It is forbidden to steal from a non-Jew. However once one has stolen, is there a mitzva of veheishiv es hagezelah (returning the stolen property), and is there a difference before yiush or after?

Answer:

As you note, it is forbidden to steal from a non-Jew, and if a person did steal from a non-Jew, he has an obligation to return the stolen property. This emerges from the reading of the Rambam and the Shulchan Aruch (Choshen Mishpat 359-360), who introduce that the prohibition of stealing applies even to stealing from a non-Jew, and proceed to explain that one who stole must return the lost property.

The Maharam Chaviv writes that the obligation to return stolen property is only rabbinic in nature. However, others maintain that there is a Torah obligation to return the stolen property.
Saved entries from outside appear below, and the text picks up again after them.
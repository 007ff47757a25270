import { type ExplainerDocument } from '@skyledger/explainer';
import { renderExplainerHtml } from '@skyledger/explainer/render';
import { type PatternVerdict } from './vocabulary';

/** What one generated explainer is about: the claim as said, its sources and its working. */
export interface ExplainerParts {
  claimText: string;
  /** Cited in order: the first beside the fact, the second beside why it misleads. */
  sourceIds: readonly string[];
  workingId: string | null;
}

/** An explainer as a verdict version stores it: the Tiptap document as JSON, and its HTML. */
export interface ExplainerBody {
  body: string;
  bodyHtml: string;
}

const heading = (text: string) => ({
  type: 'heading',
  attrs: { level: 2 },
  content: [{ type: 'text', text }],
});

/** A paragraph of text, ending in a citation of `sourceId` when there is one. */
const paragraph = (text: string, sourceId?: string) => ({
  type: 'paragraph',
  content: sourceId
    ? [
        { type: 'text', text: `${text} ` },
        { type: 'sourceCitation', attrs: { sourceId } },
      ]
    : [{ type: 'text', text }],
});

/** The desk's template filled in: the fact first, then the claim, then why it misleads. */
export function explainerDocument(
  verdict: PatternVerdict,
  parts: ExplainerParts,
): ExplainerDocument {
  return {
    type: 'doc',
    content: [
      heading('What the evidence shows'),
      paragraph(verdict.fact, parts.sourceIds[0]),
      heading('The claim'),
      { type: 'blockquote', content: [paragraph(parts.claimText)] },
      heading('Why it misleads'),
      paragraph(verdict.misleads, parts.sourceIds[1]),
      ...(parts.workingId ? [{ type: 'workingEmbed', attrs: { workingId: parts.workingId } }] : []),
    ],
  };
}

/*
 * Rendering (Tiptap, then sanitize-html) costs milliseconds, too much for every row of a
 * large desk. Each shape of a pattern's explainer is rendered once with stand-ins for the
 * ids and the claim's words, which each row then puts back into the HTML.
 */
const standInSources = [
  '5e000000-0000-4000-8000-000000000001',
  '5e000000-0000-4000-8000-000000000002',
];
const standInWorking = 'a0000000-0000-4000-8000-000000000001';
const standInClaim = 'CLAIMTEXTSTANDIN';
const rendered = new Map<PatternVerdict, Map<string, string>>();

/** Text as sanitize-html writes it into HTML. */
const escapeText = (text: string) =>
  text.replace(/&/g, '&amp;').replace(/</g, '&lt;').replace(/>/g, '&gt;').replace(/"/g, '&quot;');

function renderedShape(verdict: PatternVerdict, sources: number, working: boolean): string {
  const shapes = rendered.get(verdict) ?? new Map<string, string>();
  rendered.set(verdict, shapes);
  const key = `${sources}:${working}`;
  let html = shapes.get(key);
  if (html === undefined) {
    html = renderExplainerHtml(
      explainerDocument(verdict, {
        claimText: standInClaim,
        sourceIds: standInSources.slice(0, sources),
        workingId: working ? standInWorking : null,
      }),
    );
    shapes.set(key, html);
  }
  return html;
}

/** The explainer of one generated verdict, with its HTML as the API would render it. */
export function explainerBody(verdict: PatternVerdict, parts: ExplainerParts): ExplainerBody {
  const sourceIds = parts.sourceIds.slice(0, standInSources.length);
  let html = renderedShape(verdict, sourceIds.length, parts.workingId !== null).replace(
    standInClaim,
    () => escapeText(parts.claimText),
  );
  sourceIds.forEach((id, index) => (html = html.replaceAll(standInSources[index]!, id)));
  if (parts.workingId) html = html.replaceAll(standInWorking, parts.workingId);
  return {
    body: JSON.stringify(explainerDocument(verdict, { ...parts, sourceIds })),
    bodyHtml: html,
  };
}
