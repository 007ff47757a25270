import { ReloadIcon } from '@radix-ui/react-icons';
import { Button, Callout, Flex, Text } from '@radix-ui/themes';
import type { CalculatorInfo } from '@skyledger/calc';
import type { WorkingRerunResponse, WorkingView } from '@skyledger/contracts';
import { useState } from 'react';
import { changeErrorMessage } from '@/lib/api-error-messages';
import { useRerunWorking } from '../api/rerun-working';
import { outputText } from '../format-values';
import { staleWorkingMessage } from './working-messages';

function RerunOutcome({
  outcome,
  calculator,
}: {
  outcome: WorkingRerunResponse;
  calculator: CalculatorInfo | undefined;
}) {
  const label = (name: string) =>
    calculator?.outputs.find((output) => output.name === name)?.label ?? name;
  const versions =
    outcome.previousLibraryVersion === outcome.libraryVersion
      ? `library ${outcome.libraryVersion}`
      : `library ${outcome.previousLibraryVersion} → ${outcome.libraryVersion}`;
  if (!outcome.changed) {
    return (
      <Callout.Root color="jade" size="1" highContrast>
        <Callout.Text>
          Re-run with {versions}: unchanged. Every output is the same as before.
        </Callout.Text>
      </Callout.Root>
    );
  }
  const kept =
    outcome.keptBy === null ? null : (
      <Callout.Text size="2">
        Not stored: version {outcome.keptBy} of the verdict uses this working as it was, and a
        version sent for sign-off does not change. To bring the new result to readers, correct the
        verdict with a new working.
      </Callout.Text>
    );
  return (
    <Callout.Root color="amber" size="1" highContrast>
      <Flex direction="column" gap="2">
        <Callout.Text weight="bold">
          Re-run with {versions}: {outcome.differences.length}{' '}
          {outcome.differences.length === 1 ? 'output changed' : 'outputs changed'}.
        </Callout.Text>
        <ul className="sl-list" aria-label="Outputs that changed">
          {outcome.differences.map((difference) => (
            <li key={difference.output}>
              <Callout.Text size="2">
                <Text weight="bold">{label(difference.output)}</Text>:{' '}
                {outputText(difference.before)} → {outputText(difference.after)}
              </Callout.Text>
            </li>
          ))}
        </ul>
        {kept}
      </Flex>
    </Callout.Root>
  );
}

interface RerunWorkingProps {
  claimId: string;
  working: WorkingView;
  calculator: CalculatorInfo | undefined;
}

/** Runs the working again with the library the server has now, and says what changed. */
export function RerunWorking({ claimId, working, calculator }: RerunWorkingProps) {
  const rerun = useRerunWorking(claimId);
  const [outcome, setOutcome] = useState<WorkingRerunResponse | null>(null);
  return (
    <Flex direction="column" gap="2" align="start">
      <Button
        size="1"
        variant="soft"
        color="gray"
        highContrast
        loading={rerun.isPending}
        onClick={() => {
          setOutcome(null);
          rerun.mutate(
            { workingId: working.id, version: working.version },
            { onSuccess: setOutcome },
          );
        }}
      >
        <ReloadIcon aria-hidden />
        Re-run with the current library
      </Button>
      <div role="status" aria-live="polite">
        {outcome ? <RerunOutcome outcome={outcome} calculator={calculator} /> : null}
        {rerun.isError ? (
          <Text size="2" color="red">
            {changeErrorMessage(rerun.error, staleWorkingMessage)}
          </Text>
        ) : null}
      </div>
    </Flex>
  );
}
The dispute is noted by the Sha’ar Hamelech (Gezeilah).

The Sha’ar Hamelech (Gezeilah 1:2) also notes a dispute concerning the question of yiush. According to the Yom Teru’ah (6a), after the non-Jew is meya’esh (loses hope of getting back the stolen property) there is no longer an obligation to return it, and this also emerges from the Shiltei Giborim (Sukkah, beginning of Lulav Ha-Gazul). However, the Sha’ar Hamelech explains that other rishonim dispute this position.

For the reasons above, and also for reasons of potential chilul Hashem, one should of course be sure to return any stolen property to its owner, Jewish or otherwise.